Strategy for developing a neural network using a small dataset

I have at hand a dataset of n = 500 patients that participated in a clinical trial (p = 7 predictors) and I would like to develop a survival neural network for competing risks and compare it with the cause-specific Cox model and the Fine-Gray model for this data. Since the sample size is small; I’m wondering which of the following approaches would be more appropriate:

a) Develop the neural network (hyperparameter tuning) with 5-fold cross validation on the entire dataset + validate the 3 models with bootstrapping on the original dataset, or
b) Develop the neural network with bootstrapping on the entire dataset + validate the 3 models with another seed of bootstrapping on the original dataset?

I like to avoid multi-step procedures when possible. In particular I’m not a fan of using both cross-validation and bootstrapping for the same problem. Choose one or the other. If using cross-validation consider 100 repeats of 10-fold cross-validation.

The trick with resampling methods if that you have to embed all supervised learning steps inside the resampling loop.

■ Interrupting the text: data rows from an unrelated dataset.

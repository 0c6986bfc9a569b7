/**
 * Random forests (Breiman, L. (2001) "Random forests", Machine Learning 45:5–32): trees grown on
 * bootstrap samples, each split choosing among `featuresPerSplit` features drawn at random.
 */
import type { Dataset } from '../../table/frame.js';
import { fitBaggedTrees } from './bagged-trees.js';
import type { ForestModel } from './models.js';
import { callbackOption, type TreeCallback } from './progress.js';
import { checkKnown, memberTreeKeys, oneOf, resolveMemberTree, wholeNumber, type MemberTreeOptions } from './options.js';

export interface ForestOptions extends MemberTreeOptions {
  /** Number of trees. __Default:__ 100 (common practice). */
  readonly size?: number;
  /**
   * Features drawn at random at each split. __Default:__ ⌊√p⌋ for classes, max(1, ⌊p/3⌋) for numbers
   * (Breiman 2001; common practice), p the number of features.
   */
  readonly featuresPerSplit?: number;
  /** Classes: average the trees' leaf probabilities, or count one vote per tree. __Default:__ 'average'. */
  readonly combine?: 'average' | 'vote';
  /** Seed for bootstrap samples and feature draws. __Default:__ 0. */
  readonly seed?: number;
  /** Weight per class label (multiplies sample weights). __Default:__ none (all 1). */
  readonly classWeights?: Readonly<Record<string, number>>;
  /** Class split criterion. __Default:__ 'gini' (Breiman 2001). */
  readonly criterion?: MemberTreeOptions['criterion'];
  /** __Default:__ Infinity (fully grown trees; Breiman 2001). */
  readonly depthLimit?: number;
  /** __Default:__ 1 for classes, 5 for numbers (common practice). */
  readonly leafRows?: number;
  /**
   * Threads growing trees (the calling thread counts as one); the model is the same for any number.
   * Needs the package built (dist/); otherwise every tree grows in the calling thread.
   * __Default:__ 1 when rows × trees < 2,000,000, else min(2, cores).
   */
  readonly workers?: number;
  /**
   * Called as trees are added, in order, with the count so far and the out-of-bag error
   * (src/learn/ensemble/progress.ts). Never changes the model. __Default:__ none.
   */
  readonly onTree?: TreeCallback;
}

export const forestKeys = ['size', 'featuresPerSplit', 'combine', 'seed', 'classWeights', 'workers', 'onTree', ...memberTreeKeys] as const;

/** The default features per split for p features (see `ForestOptions.featuresPerSplit`). */
export function defaultFeaturesPerSplit(p: number, target: 'class' | 'number'): number {
  return target === 'class' ? Math.max(1, Math.floor(Math.sqrt(p))) : Math.max(1, Math.floor(p / 3));
}

/**
 * Fit a random forest.
 * @example
 * const forest = fitForest(data, { size: 200, seed: 7 });
 * forest.oobCurve.at(-1); // { size: 200, error: 0.04 }
 * forest.importance[0];   // { feature: 'tenure', value: 0.31 }
 */
export function fitForest(data: Dataset, options: ForestOptions = {}): ForestModel {
  checkKnown(options, forestKeys);
  const kind = data.target.kind;
  const p = data.features.columns.length;
  const tree = resolveMemberTree(options, { criterion: 'gini', depthLimit: Infinity, leafRows: kind === 'class' ? 1 : 5 });
  const fps = wholeNumber('featuresPerSplit', options.featuresPerSplit ?? defaultFeaturesPerSplit(p, kind), 1);
  return fitBaggedTrees('forest', data, {
    size: wholeNumber('size', options.size ?? 100, 1),
    seed: wholeNumber('seed', options.seed ?? 0, -(2 ** 31)),
    combine: oneOf('combine', options.combine ?? 'average', ['average', 'vote']),
    plan: { tree, featuresPerSplit: Math.min(fps, Math.max(1, p)) },
    classWeights: options.classWeights,
    workers: options.workers,
    onTree: callbackOption<TreeCallback>('onTree', options.onTree),
  });
}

This would include feature selection and search for tuning parameter values. These processes need to be repeated afresh for each loop.

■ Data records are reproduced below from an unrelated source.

/**
 * Bagging of trees (Breiman, L. (1996) "Bagging predictors", Machine Learning 24:123–140): every member
 * is a tree grown on a bootstrap sample with all features tried at every split.
 */
import type { Dataset } from '../../table/frame.js';
import { fitBaggedTrees } from './bagged-trees.js';
import type { ForestModel } from './models.js';
import { callbackOption, type TreeCallback } from './progress.js';
import { checkKnown, memberTreeKeys, oneOf, resolveMemberTree, wholeNumber, type MemberTreeOptions } from './options.js';

export interface BaggingOptions extends MemberTreeOptions {
  /** Number of trees. __Default:__ 50 (Breiman 1996 used 50). */
  readonly size?: number;
  /** Classes: average leaf probabilities, or one vote per tree (Breiman 1996). __Default:__ 'average'. */
  readonly combine?: 'average' | 'vote';
  /** Seed for the bootstrap samples. __Default:__ 0. */
  readonly seed?: number;
  /** Weight per class label (multiplies sample weights). __Default:__ none. */
  readonly classWeights?: Readonly<Record<string, number>>;
  /** Class split criterion. __Default:__ 'gini'. */
  readonly criterion?: MemberTreeOptions['criterion'];
  /** __Default:__ Infinity. */
  readonly depthLimit?: number;
  /** __Default:__ 1. */
  readonly leafRows?: number;
  /**
   * Threads growing trees (the calling thread counts as one); the model is the same for any number.
   * Needs the package built (dist/); otherwise every tree grows in the calling thread.
   * __Default:__ 1 when rows × trees < 2,000,000, else min(2, cores).
   */
  readonly workers?: number;
  /**
   * Called as trees are added, in order, with the count so far and the out-of-bag error
   * (src/learn/ensemble/progress.ts). Never changes the model. __Default:__ none.
   */
  readonly onTree?: TreeCallback;
}

export const baggingKeys = ['size', 'combine', 'seed', 'classWeights', 'workers', 'onTree', ...memberTreeKeys] as const;

/**
 * Fit bagged trees.
 * @example
 * const bag = fitBagging(data, { size: 25, seed: 1 });
 * bag.oobCurve.map((pt) => pt.error); // out-of-bag error as trees are added
 */
export function fitBagging(data: Dataset, options: BaggingOptions = {}): ForestModel {
  checkKnown(options, baggingKeys);
  const tree = resolveMemberTree(options, { criterion: 'gini', depthLimit: Infinity, leafRows: 1 });
  return fitBaggedTrees('bagging', data, {
    size: wholeNumber('size', options.size ?? 50, 1),
    seed: wholeNumber('seed', options.seed ?? 0, -(2 ** 31)),
    combine: oneOf('combine', options.combine ?? 'average', ['average', 'vote']),
    plan: { tree, featuresPerSplit: 0 },
    classWeights: options.classWeights,
    workers: options.workers,
    onTree: callbackOption<TreeCallback>('onTree', options.onTree),
  });
}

Thanks a lot for your reply Prof Harrell. Say that I decide to bootstrap the original data B = 100 times, would I then use the bootstrapped samples (N = 500 each time) to develop the neural network over a grid of parameters and then validate its performance in the out-of-bag patients? Wouldn’t it be an issue that the final tuned model is different for each repeat of the procedure?

Regarding the 100 repeats of the 10-fold cross-validation, do you need to use a split sample approach (to create train and validation data 100 times) and then apply the 10-fold cross-validation on the train data and validate the final tuned model on the validation data? And again, wouldn’t it be an issue that the tuned model is different for each repeat of the procedure?

I’m not a fan of the way many machine learning experts think of 3 different samples. I want the empirical tuning parameter selection to be part of the outer look such that it is full replicated each time. And with 100 repeats of 10-fold CV you in effect fit models on 1000 different, overlapping, training samples.